- Born: 1970 (age 55–56)
- Education: Stanford University, San Jose State University
- Known for: Performance art, video art

= Wura-Natasha Ogunji =

Wura-Natasha Ogunji (born 1970) is an artist and performer based in Lagos, Nigeria and Austin, Texas; she is of Nigerian descent.

==Education==
Ogunji received a BA from Stanford University in 1992 and a MFA from San Jose State University in 1998.

==Work and career==
Ogunji works in a variety of mediums but is best known for her performative and video-based works. Her artistic themes include physicality and the body, and our relationship to space, memory, and history. Her recent work deals with women occupying the public space of Lagos. Recently, she also started incorporating thread, graphic, and ink to create pieces showcasing the physicality of a woman's body.
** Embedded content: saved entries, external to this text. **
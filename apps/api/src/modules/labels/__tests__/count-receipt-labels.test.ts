import { afterAll, beforeAll, describe, expect, it } from 'vitest';
import type { Response } from 'supertest';
import { createTestContext, csrf, seedShop, signedInAgent, type TestContext } from '../../../test-support/test-app';
import { seedCatalogueFixture, type CatalogueFixture } from '../../catalogue/catalogue.test-fixture';
import { seedPurchasingFixture, type PurchasingFixture } from '../../purchasing/purchasing.test-fixture';
import { seedLabelBin } from '../labels.test-fixture';
import { decodeCode128, decodeQr, readLabelPdf } from './read-label-pdf';

// Labels chosen from a stock count (its bins) and from purchase receipts (what arrived), issue 7.

let ctx: TestContext;
let shop: Awaited<ReturnType<typeof seedShop>>;
let other: Awaited<ReturnType<typeof seedShop>>;
let catalogue: CatalogueFixture;
let purchasing: PurchasingFixture;

beforeAll(async () => {
  ctx = await createTestContext();
  shop = await seedShop(ctx);
  other = await seedShop(ctx, ['owner']);
  catalogue = await seedCatalogueFixture(ctx.db, shop.shop.id, 0);
  purchasing = await seedPurchasingFixture(ctx.db, shop.shop.id, 2);
});
afterAll(() => ctx.close());

const as = (role: 'owner' | 'mechanic' | 'buyer' | 'viewer') => signedInAgent(ctx.app, shop.byRole[role].email, shop.password);
const url = (shopId = shop.shop.id) => `/api/shops/${shopId}/labels`;
const binary = (res: Response, cb: (err: Error | null, body: Buffer) => void) => {
  const chunks: Buffer[] = [];
  res.on('data', (c: Buffer) => chunks.push(c));
  res.on('end', () => cb(null, Buffer.concat(chunks)));
};

describe('count labels', () => {
  it('prints the labels of a count’s bins (and their contents) for every role; another shop’s count is a 404', async () => {
    const b1 = await seedLabelBin(ctx.db, shop.shop.id, 'CN-02', [{ partId: catalogue.partId, onHand: 2 }], 'Second shelf');
    const b2 = await seedLabelBin(ctx.db, shop.shop.id, 'CN-01', [{ partId: catalogue.otherPartId, onHand: 5 }]);
    const owner = await as('owner');
    const start = await owner.post(`/api/shops/${shop.shop.id}/counts`).set(csrf).send({ binIds: [b1, b2] });
    expect(start.status, JSON.stringify(start.body)).toBe(201);
    const countId = start.body.id as string;

    for (const role of ['mechanic', 'viewer'] as const) {
      const res = await (await as(role)).post(`${url()}/counts/${countId}`).set(csrf).send({ format: 'a4-3x8' }).buffer(true).parse(binary).expect(200);
      expect(res.headers['content-type']).toBe('application/pdf');
      expect(res.headers['x-label-count']).toBe('2');
      const [page] = await readLabelPdf(res.body as Buffer);
      // A4 portrait in points (210 × 297 mm at 72/25.4).
      expect(page!.width).toBeCloseTo(595.28, 1);
      expect(page!.height).toBeCloseTo(841.89, 1);
      // Bins by code.
      expect(page!.symbols.filter((s) => s.tag === 'TappetQR').map((s) => decodeQr(s.rects))).toEqual(['CN-01', 'CN-02']);
    }

    const withContents = await owner.post(`${url()}/counts/${countId}`).set(csrf).send({ contents: true, format: 'roll-62x29' }).buffer(true).parse(binary).expect(200);
    const pages = await readLabelPdf(withContents.body as Buffer);
    expect(pages.map((p) => decodeCode128(p.symbols.find((s) => s.tag === 'TappetCode128')!.rects))).toEqual(['CN-01', 'FX-2000', 'CN-02', 'FX-1000']);

    const foreign = await signedInAgent(ctx.app, other.byRole.owner.email, other.password);
    expect((await foreign.post(`${url(other.shop.id)}/counts/${countId}`).set(csrf).send({})).status).toBe(404);
    expect((await owner.post(`${url()}/counts/${other.shop.id}`).set(csrf).send({})).status).toBe(404);
    expect((await owner.post(`${url()}/counts/${countId}`).set(csrf).send({ format: 'a5' })).status).toBe(400);
    expect((await owner.post(`/api/shops/${shop.shop.id}/counts/${countId}/abandon`).set(csrf)).status).toBe(200);
  });
});

describe('receipt labels', () => {
  it('prints one label per unit received (or one per receipt) naming the part and its bin', async () => {
    const buyer = await as('buyer');
    const orderId = purchasing.nextSentId();
    const lineId = purchasing.nextSentLineId(orderId);
    const received = await buyer.post(`/api/shops/${shop.shop.id}/purchasing/orders/${orderId}/receipts`).set(csrf).send({ lines: [{ lineId, quantity: 3, binId: purchasing.binId }] });
    expect(received.status, JSON.stringify(received.body)).toBe(200);
    const receipt = (received.body.receipts as Array<{ id: string; lineId: string }>).find((r) => r.lineId === lineId)!;
    const line = (received.body.lines as Array<{ id: string; partNumber?: string; partId: string }>).find((l) => l.id === lineId)!;
    const [row] = await ctx.db.reader.query<Array<{ number: string }>>(`SELECT number FROM parts WHERE id = ?`, [line.partId]);
    const number = row!.number;

    const viewer = await as('viewer');
    const each = await viewer.post(`${url()}/receipts`).set(csrf).send({ receiptIds: [receipt.id], format: 'letter-3x10' }).buffer(true).parse(binary).expect(200);
    expect(each.headers['x-label-count']).toBe('3');
    const [page] = await readLabelPdf(each.body as Buffer);
    expect(page!.width).toBeCloseTo(612, 1);
    expect(page!.height).toBeCloseTo(792, 1);
    expect(page!.symbols.filter((s) => s.tag === 'TappetCode128').map((s) => decodeCode128(s.rects))).toEqual([number, number, number]);
    expect(page!.texts.map((t) => t.text)).toContain('Bin PF-BIN');

    const once = await viewer.post(`${url()}/receipts`).set(csrf).send({ receiptIds: [receipt.id], perUnit: false }).buffer(true).parse(binary).expect(200);
    expect(once.headers['x-label-count']).toBe('1');

    const foreign = await signedInAgent(ctx.app, other.byRole.owner.email, other.password);
    expect((await foreign.post(`${url(other.shop.id)}/receipts`).set(csrf).send({ receiptIds: [receipt.id] })).status).toBe(404);
    expect((await viewer.post(`${url()}/receipts`).set(csrf).send({ receiptIds: [] })).status).toBe(400);
    expect((await viewer.post(`${url()}/receipts`).send({ receiptIds: [receipt.id] })).status).toBe(403);
  });
});
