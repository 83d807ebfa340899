import { odometerInputSchema, type TimelineEntry, type VehicleDetail } from '@tappet/contracts';
import { Button, EmptyState, ErrorState, FormMessage, LoadingState, Num, PartNumber, Select, TextField, useToast } from '@tappet/ui';
import { useState, type FormEvent } from 'react';
import { errorMessage } from '../../../lib/api-client';
import { zodFieldErrors, type FieldErrors } from '../../../lib/forms';
import { useTimeline, useVehicleFitment } from '../api/get-vehicle';
import { useAddOdometerReading, useRecordNumbersCheck } from '../api/mutations';
import { optionalInteger } from './form-bits';
import { formatOdometer } from './words';
import { formatCalendarDate, formatDateTime } from '../../../lib/dates';

/** Odometer readings, newest first, each as read and in the shop's unit; with a form to add one. */
export function OdometerPanel({ shopId, vehicle, shopUnit, canEdit }: { shopId: string; vehicle: VehicleDetail; shopUnit: 'mi' | 'km'; canEdit: boolean }) {
  const add = useAddOdometerReading(shopId, vehicle.id);
  const toast = useToast();
  const [value, setValue] = useState('');
  const [unit, setUnit] = useState<'mi' | 'km'>(vehicle.latestOdometer?.unit ?? shopUnit);
  const [readOn, setReadOn] = useState(new Date().toISOString().slice(0, 10));
  const [fieldErrors, setFieldErrors] = useState<FieldErrors>({});

  function onSubmit(event: FormEvent) {
    event.preventDefault();
    const input = { value: optionalInteger(value), unit, readOn };
    const parsed = odometerInputSchema.safeParse(input);
    if (!parsed.success || input.value === null) {
      setFieldErrors(input.value === null ? { value: 'Enter the reading.' } : zodFieldErrors(parsed.error!));
      return;
    }
    setFieldErrors({});
    add.mutate(parsed.data, {
      onSuccess: () => {
        toast.show('Reading recorded.', 'ok');
        setValue('');
      },
    });
  }

  return (
    <section aria-labelledby="odometer-heading" className="flex flex-col gap-3">
      <h2 id="odometer-heading" className="text-lg font-bold">
        Odometer
      </h2>
      {vehicle.odometerReadings.length === 0 ? (
        <p className="text-ink-muted">No readings yet.</p>
      ) : (
        <table className="w-full text-left">
          <caption className="sr-only">Odometer readings, newest first</caption>
          <thead>
            <tr className="border-b border-line text-sm text-ink-muted">
              <th scope="col" className="py-2 pr-3">
                Read on
              </th>
              <th scope="col" className="py-2 pr-3 text-right">
                Reading
              </th>
              <th scope="col" className="py-2">
                Note
              </th>
            </tr>
          </thead>
          <tbody>
            {vehicle.odometerReadings.map((r) => (
              <tr key={r.id} className="border-b border-line">
                <td className="py-2 pr-3">{formatCalendarDate(r.readOn)}</td>
                <td className="py-2 pr-3 text-right">
                  <Num>{formatOdometer(r.value, r.unit, shopUnit)}</Num>
                </td>
                <td className="py-2 text-ink-muted">{r.note ?? ''}</td>
              </tr>
            ))}
          </tbody>
        </table>
      )}
      {canEdit && (
        <form onSubmit={onSubmit} noValidate aria-label="Add an odometer reading" className="grid grid-cols-1 items-end gap-3 sm:grid-cols-[1fr_auto_1fr_auto]">
          {add.isError && (
            <div className="sm:col-span-4">
              <FormMessage>{errorMessage(add.error)}</FormMessage>
            </div>
          )}
          <TextField label="Reading" inputMode="numeric" value={value} onChange={(e) => setValue(e.currentTarget.value)} error={fieldErrors['value']} autoComplete="off" />
          <Select label="Unit" value={unit} onChange={(e) => setUnit(e.currentTarget.value as 'mi' | 'km')} options={[{ value: 'mi', label: 'mi' }, { value: 'km', label: 'km' }]} />
          <TextField label="Read on" type="date" value={readOn} onChange={(e) => setReadOn(e.currentTarget.value)} error={fieldErrors['readOn']} />
          <Button type="submit" loading={add.isPending}>
            Add reading
          </Button>
        </form>
      )}
    </section>
  );
}

/** Whether frame and engine numbers match the documents, who checked and when; with buttons to record a check. */
export function NumbersPanel({ shopId, vehicle, canEdit }: { shopId: string; vehicle: VehicleDetail; canEdit: boolean }) {
  const record = useRecordNumbersCheck(shopId, vehicle.id);
  const toast = useToast();
  const [note, setNote] = useState('');
  const check = (matching: boolean) =>
    record.mutate(
      { matching, note: note || null },
      {
        onSuccess: () => {
          toast.show(matching ? 'Recorded: numbers match the documents.' : 'Recorded: numbers do not match the documents.', 'ok');
          setNote('');
        },
      },
    );
  return (
    <section aria-labelledby="numbers-heading" className="flex flex-col gap-3 rounded-md border border-line bg-surface p-4">
      <h2 id="numbers-heading" className="text-lg font-bold">
        Numbers matching
      </h2>
      {vehicle.numbersMatching === null ? (
        <p>
          <span aria-hidden="true">○ </span>Not checked against the documents yet.
        </p>
      ) : (
        <p>
          <span className="font-bold">{vehicle.numbersMatching ? '✓ Matching' : '✗ Not matching'}</span> the documents
          {vehicle.numbersCheckedBy ? ` — checked by ${vehicle.numbersCheckedBy.name}` : ''}
          {vehicle.numbersCheckedAt ? ` on ${formatDateTime((vehicle.numbersCheckedAt))}` : ''}.
          {vehicle.numbersNote && <span className="block text-ink-muted">{vehicle.numbersNote}</span>}
        </p>
      )}
      {canEdit && (
        <div className="flex flex-col gap-2">
          {record.isError && <FormMessage>{errorMessage(record.error)}</FormMessage>}
          <TextField label="What was checked" value={note} onChange={(e) => setNote(e.currentTarget.value)} hint="Optional, e.g. the registration document of 1971." maxLength={500} autoComplete="off" />
          <div className="flex flex-wrap gap-2">
            <Button size="sm" onClick={() => check(true)} loading={record.isPending}>
              Numbers match
            </Button>
            <Button size="sm" variant="secondary" onClick={() => check(false)} loading={record.isPending}>
              Numbers do not match
            </Button>
          </div>
        </div>
      )}
    </section>
  );
}

const timelineSymbols: Record<TimelineEntry['kind'], string> = { created: '✚', status: '➜', odometer: '◷', document: '▤', photo: '▣', numbers_check: '#', job: '⚒' };

/** Everything that happened to the vehicle, newest first. */
export function TimelinePanel({ shopId, vehicleId }: { shopId: string; vehicleId: string }) {
  const timeline = useTimeline(shopId, vehicleId);
  return (
    <section aria-labelledby="timeline-heading" className="flex flex-col gap-3">
      <h2 id="timeline-heading" className="text-lg font-bold">
        Timeline
      </h2>
      {timeline.isPending ? (
        <LoadingState label="Loading the timeline…" />
      ) : timeline.isError ? (
        <ErrorState message={errorMessage(timeline.error)} onRetry={() => void timeline.refetch()} />
      ) : (
        <ol className="flex flex-col border-l-2 border-line pl-4">
          {timeline.data.entries.map((e, i) => (
            <li key={`${e.kind}-${e.refId ?? i}`} className="relative py-2">
              <span aria-hidden="true" className="absolute top-2 -left-[1.6rem] flex h-5 w-5 items-center justify-center rounded-full border border-line bg-surface text-xs">
                {timelineSymbols[e.kind]}
              </span>
              <p className="font-bold">{e.title}</p>
              <p className="text-sm text-ink-muted">
                <time dateTime={e.at}>{formatDateTime((e.at))}</time>
                {e.by ? ` · ${e.by.name}` : ''}
              </p>
              {e.detail && <p className="text-sm">{e.detail}</p>}
            </li>
          ))}
        </ol>
      )}
    </section>
  );
}

/** Parts whose catalogue fitment covers this vehicle, with free stock when known. */
export function FitmentPanel({ shopId, vehicleId, partHref }: { shopId: string; vehicleId: string; partHref: (partId: string) => string }) {
  const fitment = useVehicleFitment(shopId, vehicleId);
  return (
    <section aria-labelledby="fitment-heading" className="flex flex-col gap-3">
      <h2 id="fitment-heading" className="text-lg font-bold">
        Parts that fit
      </h2>
      {fitment.isPending ? (
        <LoadingState label="Finding parts that fit…" />
      ) : fitment.isError ? (
        <ErrorState message={errorMessage(fitment.error)} onRetry={() => void fitment.refetch()} />
      ) : fitment.data.parts.length === 0 ? (
        <EmptyState title="No parts listed for this vehicle">Parts appear here when their catalogue fitment names this marque and model (and covers its year and frame number).</EmptyState>
      ) : (
        <table className="w-full text-left">
          <caption className="sr-only">Parts that fit this vehicle</caption>
          <thead>
            <tr className="border-b border-line text-sm text-ink-muted">
              <th scope="col" className="py-2 pr-3">
                Number
              </th>
              <th scope="col" className="py-2 pr-3">
                Description
              </th>
              <th scope="col" className="py-2 pr-3">
                Frame range
              </th>
              <th scope="col" className="py-2 text-right">
                Free stock
              </th>
            </tr>
          </thead>
          <tbody>
            {fitment.data.parts.map((p) => (
              <tr key={p.partId} className="border-b border-line">
                <td className="py-2 pr-3">
                  <a href={partHref(p.partId)} className="text-accent underline-offset-4 hover:underline">
                    <PartNumber>{p.number}</PartNumber>
                  </a>
                </td>
                <td className="py-2 pr-3">{p.description}</td>
                <td className="py-2 pr-3 text-sm">
                  {p.fitment.frameFrom || p.fitment.frameTo ? (
                    <>
                      <span className="font-mono">
                        {p.fitment.frameFrom ?? '…'} – {p.fitment.frameTo ?? '…'}
                      </span>
                      {p.frameMatch === 'unknown' && <span className="block text-ink-muted">? Check the frame number by eye</span>}
                    </>
                  ) : (
                    <span className="text-ink-muted">All frames</span>
                  )}
                </td>
                <td className="py-2 text-right">
                  {p.freeStock === null ? (
                    <span className="text-ink-muted">not known</span>
                  ) : p.freeStock === 0 ? (
                    <span className="text-ink-muted">none</span>
                  ) : (
                    <>
                      <Num>{p.freeStock}</Num>
                      {p.bins.length > 0 && <span className="block font-mono text-sm text-ink-muted">{p.bins.join(', ')}</span>}
                    </>
                  )}
                </td>
              </tr>
            ))}
          </tbody>
        </table>
      )}
    </section>
  );
}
Ogunji has been a visiting lecturer at the Center for Art of Africa and its Diasporas (CAAD) at the University of Texas at Austin and was awarded the Guggenheim Fellowship in 2012. Her work has been featured in exhibitions at the Seattle Art Museum, Brooklyn Art Museum, Menil Collection, Louisiana Museum of Modern Art, Musée d’Art Moderne de la Ville de Paris, and the Palais de Tokyo. Throughout her career, she has also participated in art events such as the Biennale of Sydney, Stellenbosch Triennale, Bienal de São Paulo, and the Kochi-Muziris Biennale.

In 2023, Ogunji made her New York Solo debut at the Fridman Gallery.